コラム①では、滑舌が悪くなる原因を3つあげました。具体的には「①舌の動かし方が不器用」「②息の出し方が不得意」「③音の識別が不得意」でしたね。

今回は滑舌のトレーニング方法として「正しく舌を使う」をご紹介します。舌のトレーニングで滑舌を改善しよう

正しく舌を使うには「舌の脱力」が必要です。正しく舌を使う詳しい方法やトレーニングのポイントなどを紹介していきます。

正しく使うコツは舌の脱力

では、さっそく正しく舌を使うコツを紹介します。

正しく舌を使うコツは、舌の脱力をマスターすることです!舌はとても細かく複雑な動きをしています。この細かく複雑な動きを正しく行うために、舌の脱力をマスターする必要があります。

正しい発音ができていないということは、正しく舌を使えていないということです。これは機能性構音障害による舌の癖が原因です。舌の癖は不必要な力です。癖をなくしたフラットな状態の舌で正しい舌の使い方、つまり正しい発音を身につけます。

ただやみくもに、正しい発音の練習をするのではなく、まずは舌の脱力をマスターすることが大切です。滑舌を改善するために舌の力をコントロールできるようにしましょう!

2つのポイントで滑舌改善を

それでは、舌の脱力をマスターするためのトレーニング「舌トレ」を解説します。

まずは、舌トレを効果的に行うポイントをご紹介します。舌トレは、自分で行うとうまくいかなかったり、自己流の間違ったやり方になってしまう人も多いようです。そうならないために、ポイントをしっかり押さえておきましょう。

1.舌トレは順番に行う
まず口を大きく開け、その状態で舌を前に出し、舌の力を抜きます。

舌を出しながら舌の脱力をしても、慣れないうちは感覚がつかめません。しっかり舌を出した後に、脱力をしてください。

2.ペターっと舌の力を抜く
舌の力を抜くときのポイントはペターっと力を抜くことです。

口を開けた後、下唇にそっと舌をのせるイメージです。下唇の上でしたがペターっとなるように力を抜いてみましょう。

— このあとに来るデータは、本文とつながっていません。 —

def _pass_formulas(
    lay: Layout, net, incoming, outgoing, i: int, floor: list[str] = ()
) -> tuple[str, str, str]:
    """Activity ``i``'s early start, late finish and free float formulas: over the named
    linked cells, or a conditional aggregate over the Links sheet when that is too long.
    ``floor`` are the cells of its start floor (Not before, status), inside the MAX."""
    kinds, lags = net.kind, net.lag
    ident = lay.cell(i, "id")

    def or_over_links(formula: str, agg: str, start: str, ifs, column: str, key: str) -> str:
        if f.fits(formula):
            return formula
        return f.over_links(agg, start, ifs, lay.link_column(column), lay.link_column(key), ident)

    pushes = [
        lay.cell(net.pred[k], "ef") if _plain(kinds[k], lags[k]) else lay.link_cell(k, "push")
        for k in incoming[i]
    ]
    pulls = [
        lay.cell(net.succ[k], "ls") if _plain(kinds[k], lags[k]) else lay.link_cell(k, "pull")
        for k in outgoing[i]
    ]
    slacks = [
        f"{lay.cell(net.succ[k], 'es')}-{lay.cell(i, 'ef')}"
        if _plain(kinds[k], lags[k])
        else lay.link_cell(k, "slack")
        for k in outgoing[i]
    ]
    return (
        or_over_links(
            f.early_start([*pushes, *floor]), "MAX", ",".join(["0", *floor]), f.MAXIFS, "push", "to"
        ),
        or_over_links(f.late_finish(pulls), "MIN", "ProjectFinish", f.MINIFS, "pull", "from"),
        or_over_links(
            f.free_float(lay.cell(i, "ef"), slacks),
            "MIN",
            f"ProjectFinish-{lay.cell(i, 'ef')}",
            f.MINIFS,
            "slack",
            "from",
        ),
    )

この2つのポイントを守ることで、舌トレをマスターしやすくなります。

実践!舌トレをやってみよう

さっそく、滑舌トレーニングの基本である舌トレを、鏡を見ながら実際にやってみましょう!

練習
①縦に指が3本入るくらい口を大きく開けましょう。
滑舌トレーニングの基礎「舌トレ」の手順1②口を開けたまま、舌を前に出します。
滑舌トレーニングの基礎「舌トレ」手順2③下唇に乗せるイメージで、舌の力を抜いてください。
滑舌トレーニングの基礎「舌トレ」手順3舌の先端がまっすぐになっていること、ピクピク動いていないことを確認する。

○舌の脱力ができている(正しい状態)
・舌がピクピクと動いていない
・舌の先端が平らになっている

×舌の脱力ができていない(悪い状態)
・舌がピクピクと動く
・舌の先端が平らでない
滑舌トレーニングの舌の脱力ができていない状態

正しい舌の動きを確認しよう!

舌の脱力ができたら、実際に正しい発音をしてみましょう!今回は、その中でも悩む方の多い「し」の正しい発音動作を確認しましょう。

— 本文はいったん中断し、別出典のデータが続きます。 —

def _structure_checks(ids: list[str], net: Network, cpm: CpmResult) -> list[Check]:
    n = net.n
    start, end = project_ends(net, cpm)
    no_pred = np.flatnonzero(~net.has_pred())
    no_succ = np.flatnonzero(~net.has_succ())

    g = nx.Graph()
    g.add_nodes_from(range(n))
    g.add_edges_from(zip(net.pred.tolist(), net.succ.tolist(), strict=True))
    groups = sorted(nx.connected_components(g), key=lambda c: (-len(c), min(c)))
    outside_main = sorted(i for c in groups[1:] for i in c)
    sizes = ", ".join(str(len(c)) for c in groups)
    closed = (
        Citation(COMMON, "one start and one finish"),
        Citation(GAO, f"best practice 2 ({SEQUENCING})", why=True),
    )
    return [
        Check(
            key="extra_starts",
            name="more than one start activity",
            group=STRUCTURE,
            limit=_none(wording="1 activity without predecessors"),
            activities=[ids[i] for i in no_pred if i != start],
            out_of=None,
            matters="Each extra start is an activity whose early dates nothing drives; the "
            "project start should be a single activity or milestone.",
            cited=closed,
            detail=f"project start taken as {ids[start]}, the first listed"
            if start is not None
            else "",
        ),
        Check(
            key="extra_ends",
            name="more than one end activity",
            group=STRUCTURE,
            limit=_none(wording="1 activity without successors"),
            activities=[ids[i] for i in no_succ if i != end],
            out_of=None,
            matters="Each extra end is work whose lateness the project finish never sees.",
            cited=closed,
            detail=f"project end taken as {ids[end]}, the latest early finish"
            if end is not None
            else "",
        ),
        Check(
            key="disconnected",
            name="disconnected groups",
            group=STRUCTURE,
            limit=_none(wording="1 connected group"),
            activities=[ids[i] for i in outside_main],
            out_of=n,
            matters="Activities not linked to the main network cannot affect its finish, "
            "so their risk is missing from the analysis.",
            cited=(
                Citation(COMMON, "one connected network"),
                Citation(GAO, "best practice 5 (horizontal traceability)", why=True),
            ),
            detail=f"{len(groups)} group(s) of sizes {sizes}; activities outside the largest "
            "are listed"
            if groups
            else "",
        ),
        Check(
            key="redundant_links",
            name="redundant links",
            group=STRUCTURE,
            limit=_share(5, "links"),
            activities=_link_names(ids, net, redundant_links(net)),
            out_of=net.link_count,
            matters="A link implied by another path adds nothing today but keeps a "
            "dependency alive after the path changes, which confuses later edits.",
            cited=(Citation(COMMON),),
            detail="only finish-to-start links without lag are judged",
        ),
    ]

大げさに舌を動かすので発音は歪みますが、正しい発音動作を身につけるためのトレーニングなので、気にせず行ってください。

練習
①舌トレをします。
滑舌トレーニング「し」の発音舌トレ舌を下唇の上にのせて、力を抜きます。

②①の状態を保ったまま、舌を平らにします。

③舌を上歯と下唇で軽く噛みます。滑舌トレーニング「し」の発音手順3この時の力は、支える程度で構いません。

④③の状態のまま「しぃーーー」と発声します。滑舌トレーニング「し」の発音手順4何度か繰り返し発音して徐々に「しぃ」の母音を短くします。

⑤「し」と発音できればOKです。
滑舌トレーニング「し」の発音手順5

舌の先端と上の前歯との隙間を息が通るのを感じることができましたか?その隙間を呼気が通る感覚が「し」と発音できたときの感覚です。

正しい練習で滑舌を良くしよう!

正しい舌の動きを感じることができたでしょうか。いつもよりも大きくゆっくり発音することで、正しい舌の使い方を確認することが出来ます。

この他の音も、同じように正しい発音の方法があります。舌の動きを意識しながら発音の練習を行ってみてください!

次回のコラムでは、滑舌トレーニング「②息の出し方を意識して発音」についてご紹介します

★舌トレのマスターが滑舌改善の第一歩!焦らず練習をしよう!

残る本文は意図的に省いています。